Some examples of ways you can use edible flowers include garnishing salads, adding to eggs, freezing in ice cubes, and being infused in drinks, jellies, and desserts. Take time to understand how to use a flower if you plan to add it to a dish. Although it may seem a little unusual to use flowers in food, it’s a great way to expand your horizons and utilize plants in different ways.
(Please be safe and double-check online before eating any flowers. Yes, some are edible, but many are poisonous or could cause an awful allergic reaction. Be smart and do your research first.)
In regards to the kitchen, if you’re growing herbs this year, remember that herbs will lose their taste when they bloom and produce seed. To prevent this, prune any blossoms that appear.
If you’ve planted or plan to plant any new trees and shrubs this year, you will need to water them until they are established (for about two years). They need to be watered deeply so that the soil directly underneath and the rootball are completely soaked. You can check if you’re watering deeply enough by digging a small hole after watering.
It should be moist at least 6 inches down. A two to three inch layer of mulch would aid in helping to trap moisture. If you decide to mulch, keep it away from the trunk.
When the blooms have died off, the following can be pruned: irises, roses, lilacs, azaleas, forsythias, Japanese kerrias, weigelas, deutzias, mockoranges, St. John’s worts, viburnums, wysterias, redtwig dogwoods, and yellowtwig dogwoods.
After spending all of that time in the garden, consider taking time to plan where you’d like to plant fall bulbs and perennials. Then, when the time comes to get those plants, you’ll have a plan and a shopping list ready to go.
In The House
Stay vigilant with monitoring for pests such as mealybugs and fungus gnats. If you see something unusual appearing on your houseplants, come get some Insecticidal Soap or Neem Oil in our greenhouse. Apply on affected plants once a week for at least three weeks.
If you’re going away for vacation this summer for more than one week, consider having a friend water and check on your plants.
Yes, we should make sure our pets are taken care of when we’re going away, but we have to remember plants are alive and need care, too.
Don’t forget to rotate your plants every so often so that they don’t grow completely lopsided, especially if you have limited light in your space. And keep your drip trays and saucers empty.
You don’t want your plants sitting in what’s leftover for the next week or so. Excess and unnecessary water has the potential to cause root rot if a plant sits in it for too long.
If you’re prone to overwatering, I highly recommend getting yourself a moisture meter. We have them available in our Plant Barn. A moisture meter can go deeper into a pot than our fingertips can reach, and they have the ability to show us if there’s moisture at the bottom of a pot.
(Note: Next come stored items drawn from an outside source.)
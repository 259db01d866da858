/** Decoded camera images: one or more pages of grey pixels. */

/** Pixel storage of one page, row-major (index = row × width + column). */
export type PixelArray = Uint8Array | Uint16Array | Float32Array;

/** A decoded image or stack of images of equal size. */
export interface ImageStack {
  /** Pixels per row. */
  width: number;
  /** Rows. */
  height: number;
  /** Bits per sample as stored (8, 16 or 32). */
  bitDepth: 8 | 16 | 32;
  /** "uint" for integer detector codes, "float" for 32-bit floating point. */
  sampleFormat: "uint" | "float";
  /** One array per page, grey values (colour images are averaged over R, G, B). */
  pages: PixelArray[];
  /** True when the pixels are integer codes straight from a detector (not averaged colour). */
  integerCodes: boolean;
  /** Largest code the format can hold (255, 65535) for integer images, else undefined. */
  topCode: number | undefined;
  /** "png" or "tiff". */
  format: "png" | "tiff";
  /** Notes on the conversion (e.g. "RGB averaged to grey"). */
  notes: string[];
  /** Pixel pitch from the file's resolution field (m), when the file states one in metres. */
  pixelPitchFromFile?: number;
}
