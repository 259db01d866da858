/**
 * Saturation: a detector clips at its top code (2^bits − 1: 255, 1023, 4095, 16383, 65535).
 * Samples sitting exactly at that code carry no information about the true intensity.
 */

/** Top codes of common detector bit depths (8, 10, 12, 14, 16 bits). */
export const TOP_CODES = [255, 1023, 4095, 16383, 65535] as const;

/**
 * The top code reached by the data, when at least `minCount` samples sit exactly on
 * the largest value and that value is a detector top code; otherwise undefined.
 * @param values   intensities (counts)
 * @param minCount how many samples at the maximum make a plateau (default 2)
 * @param topCode  the detector's top code (counts) when known (e.g. 4095 from a 12-bit depth)
 */
export function findSaturationCode(values: ArrayLike<number>, minCount = 2, topCode?: number): number | undefined {
  let max = -Infinity;
  for (let i = 0; i < values.length; i++) if ((values[i] as number) > max) max = values[i] as number;
  const candidates: readonly number[] = topCode !== undefined ? [topCode, ...TOP_CODES] : TOP_CODES;
  if (!candidates.includes(max)) return undefined;
  let count = 0;
  for (let i = 0; i < values.length; i++) if (values[i] === max) count++;
  return count >= minCount ? max : undefined;
}

/**
 * Contiguous index ranges [start, end] (inclusive) where `flag` is set, for messages.
 * @param flag 1 where the condition holds
 */
export function flaggedRanges(flag: ArrayLike<number>): [number, number][] {
  const ranges: [number, number][] = [];
  let start = -1;
  for (let i = 0; i <= flag.length; i++) {
    const on = i < flag.length && flag[i] === 1;
    if (on && start < 0) start = i;
    if (!on && start >= 0) {
      ranges.push([start, i - 1]);
      start = -1;
    }
  }
  return ranges;
}
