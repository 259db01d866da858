/**
 * One table cell → number, saying exactly what is wrong with a cell that is not a finite number.
 */

// One way to split the digits only (no `\d+\.?\d*`), so a long digit run fails in linear time.
const NUMBER = /^[+-]?(?:\d+(?:\.\d*)?|\.\d+)(?:[eE][+-]?\d+)?$/;
const DECIMAL_COMMA = /^[+-]?\d*,\d+(?:[eE][+-]?\d+)?$|^[+-]?\d+,(?:[eE][+-]?\d+)?$/;
const NOT_FINITE = /^[+-]?(nan|inf|infinity|-?1\.#(ind|inf)0*)$/i;

/** A parsed cell: the number, or the reason it is not one. */
export type CellValue = { ok: true; value: number } | { ok: false; problem: string };

/**
 * Parses a decimal number cell ("1.5", "-2e-3", and "1,5" when `decimalComma`).
 * @param cell         trimmed cell text
 * @param decimalComma accept a comma as the decimal mark (semicolon- and tab-separated files)
 */
export function parseNumberCell(cell: string, decimalComma: boolean): CellValue {
  let text = cell.trim();
  if (text.startsWith('"') && text.endsWith('"') && text.length >= 2) text = text.slice(1, -1).trim();
  if (text === "") return { ok: false, problem: "an empty cell" };
  if (NUMBER.test(text)) return finite(Number(text), text);
  if (decimalComma && DECIMAL_COMMA.test(text)) return finite(Number(text.replace(",", ".")), text);
  if (NOT_FINITE.test(text)) return { ok: false, problem: `a non-finite value "${text}" (NaN or infinity)` };
  if (!decimalComma && DECIMAL_COMMA.test(text)) {
    return { ok: false, problem: `"${text}" with a decimal comma in a comma-separated file` };
  }
  return { ok: false, problem: `a non-numeric cell "${truncate(text)}"` };
}

function finite(value: number, text: string): CellValue {
  return Number.isFinite(value) ? { ok: true, value } : { ok: false, problem: `a value out of range "${truncate(text)}"` };
}

function truncate(text: string): string {
  return text.length > 24 ? `${text.slice(0, 21)}...` : text;
}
Remember, plants have sensitivities to the sun just like we do. So, if any of your plants show signs of sun burning or scorching, move it away from the window into a place where it will get less direct sun.
And finally if you’re wanting to move your plants outside and have yet to do so, you need to acclimate them slowly.
They need time to adjust to the conditions comfortably, otherwise you may risk shocking them depending on how sensitive they are.
Happy gardening & happy summer!
(Editor’s Note: Ken Morgan is the owner of Robin’s Nest Floral and Garden Center in Easton, Md.)